Once the line containing "family', length: 5.8" has been written out, stop; until then, restate each line of the entries below word for word from the first.

### Records provided
○ ○ ○ ○

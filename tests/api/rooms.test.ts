import { afterAll, describe, expect, it } from 'vitest'
import { client, closeTestApp, signedIn } from '../helpers/api'
import { testRoom } from '../helpers/rooms'

afterAll(closeTestApp)

describe('POST /api/rooms', () => {
  it('a listener saves a room as revision 1', async () => {
    const { c } = await signedIn('listener')
    const res = await c.post('/api/rooms', testRoom({ name: 'Loft of the Vantongeren family' })).expect(201)
    expect(res.body).toMatchObject({ revision: 1, revisions: [1], room: { name: 'Loft of the Vantongeren family', length: 5.8 } })
    const list = await c.get('/api/rooms').expect(200)
    expect(list.body.rooms.map((r: { id: string }) => r.id)).toContain(res.body.id)
  })
  it('when the length is negative, answers 400 with the field path', async () => {
    const { c } = await signedIn('listener')
    const res = await c.post('/api/rooms', testRoom({ length: -3 })).expect(400)
    expect(res.body.error.fields.map((f: { path: string }) => f.path)).toContain('length')
  })
  it('when the seat lies outside the room, answers 400 naming seats.0.x', async () => {
    const { c } = await signedIn('listener')
    const res = await c.post('/api/rooms', testRoom({ seats: [{ label: 'Sofa', x: 7.3, y: 2, z: 1.1 }] })).expect(400)
    expect(res.body.error.fields).toContainEqual({ path: 'seats.0.x', message: expect.stringContaining('7.3') })
  })
  it('when an opening runs off its wall, answers 400 naming openings.0.to', async () => {
    const { c } = await signedIn('listener')
    const res = await c.post('/api/rooms', testRoom({ openings: [{ wall: 'front', kind: 'window', from: 3, to: 4.6, bottom: 0.9, top: 2.1 }] })).expect(400)
    expect(res.body.error.fields.map((f: { path: string }) => f.path)).toContain('openings.0.to')
  })
  it('when a surface names an unknown material, answers 400 naming the surface', async () => {
    const { c } = await signedIn('listener')
    const room = testRoom()
    const res = await c.post('/api/rooms', { ...room, surfaces: { ...room.surfaces, ceiling: 'moon-rock' } }).expect(400)
    expect(res.body.error.fields).toContainEqual({ path: 'surfaces.ceiling', message: expect.stringContaining('moon-rock') })
  })
  it('with only one speaker, answers 400', async () => {
    const { c } = await signedIn('listener')
    const res = await c.post('/api/rooms', testRoom({ speakers: [{ label: 'Mono', x: 1, y: 2, z: 1 }] })).expect(400)
    expect(res.body.error.fields[0].path).toBe('speakers')
  })
  it.each(['advisor', 'supervisor'] as const)('a %s cannot create rooms (403)', async (role) => {
    const { c } = await signedIn(role)
    await c.post('/api/rooms', testRoom()).expect(403)
  })
  it('signed out answers 401', async () => {
    const c = await client()
    await c.post('/api/rooms', testRoom()).expect(401)
  })
})

describe('PUT /api/rooms/:id and revisions', () => {
  it('a PUT makes revision 2 and revision 1 stays readable', async () => {
    const { c } = await signedIn('listener')
    const created = (await c.post('/api/rooms', testRoom()).expect(201)).body
    const res = await c.put(`/api/rooms/${created.id}`, testRoom({ width: 4.35 })).expect(200)
    expect(res.body.revision).toBe(2)
    expect(res.body.revisions).toEqual([1, 2])
    expect((await c.get(`/api/rooms/${created.id}`).expect(200)).body.room.width).toBe(4.35)
    expect((await c.get(`/api/rooms/${created.id}?revision=1`).expect(200)).body.room.width).toBe(4.1)
  })
  it("another listener's room answers 404 for GET and PUT", async () => {
    const owner = await signedIn('listener')
    const stranger = await signedIn('listener')
    const created = (await owner.c.post('/api/rooms', testRoom()).expect(201)).body
    await stranger.c.get(`/api/rooms/${created.id}`).expect(404)
    await stranger.c.put(`/api/rooms/${created.id}`, testRoom()).expect(404)
  })
  it('an advisor cannot read a room that is on no submitted case (404)', async () => {
    const owner = await signedIn('listener')
    const advisor = await signedIn('advisor')
    const created = (await owner.c.post('/api/rooms', testRoom()).expect(201)).body
    await advisor.c.get(`/api/rooms/${created.id}`).expect(404)
  })
})

describe('POST /api/rooms/preview', () => {
  it("answers the engine's analysis of an unsaved room", async () => {
    const { c } = await signedIn('listener')
    const res = await c.post('/api/rooms/preview', testRoom()).expect(200)
    // Lowest axial mode along the 5.8 m length: c/(2L) with c = 331.3·√(1 + 21/273.15) ≈ 343.8 m/s → ≈ 29.6 Hz (Rayleigh; REFERENCES.md).
    const first = res.body.modes.find((m: { n: number[] }) => m.n.join() === '1,0,0')
    expect(first.hz).toBeCloseTo(343.8 / (2 * 5.8), 0)
    expect(Array.isArray(res.body.flags)).toBe(true)
    expect(res.body.reflections.length).toBeGreaterThan(0)
  })
  it('answers 400 for an invalid room', async () => {
    const { c } = await signedIn('listener')
    await c.post('/api/rooms/preview', testRoom({ height: 0 })).expect(400)
  })
})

○ ○ ○ ○

### Task answer
filename tests/api/rooms.test.ts
import { afterAll, describe, expect, it } from 'vitest'
import { client, closeTestApp, signedIn } from '../helpers/api'
import { testRoom } from '../helpers/rooms'

afterAll(closeTestApp)

describe('POST /api/rooms', () => {
  it('a listener saves a room as revision 1', async () => {
    const { c } = await signedIn('listener')
    const res = await c.post('/api/rooms', testRoom({ name: 'Loft of the Vantongeren family' })).expect(201)
    expect(res.body).toMatchObject({ revision: 1, revisions: [1], room: { name: 'Loft of the Vantongeren family', length: 5.8 } })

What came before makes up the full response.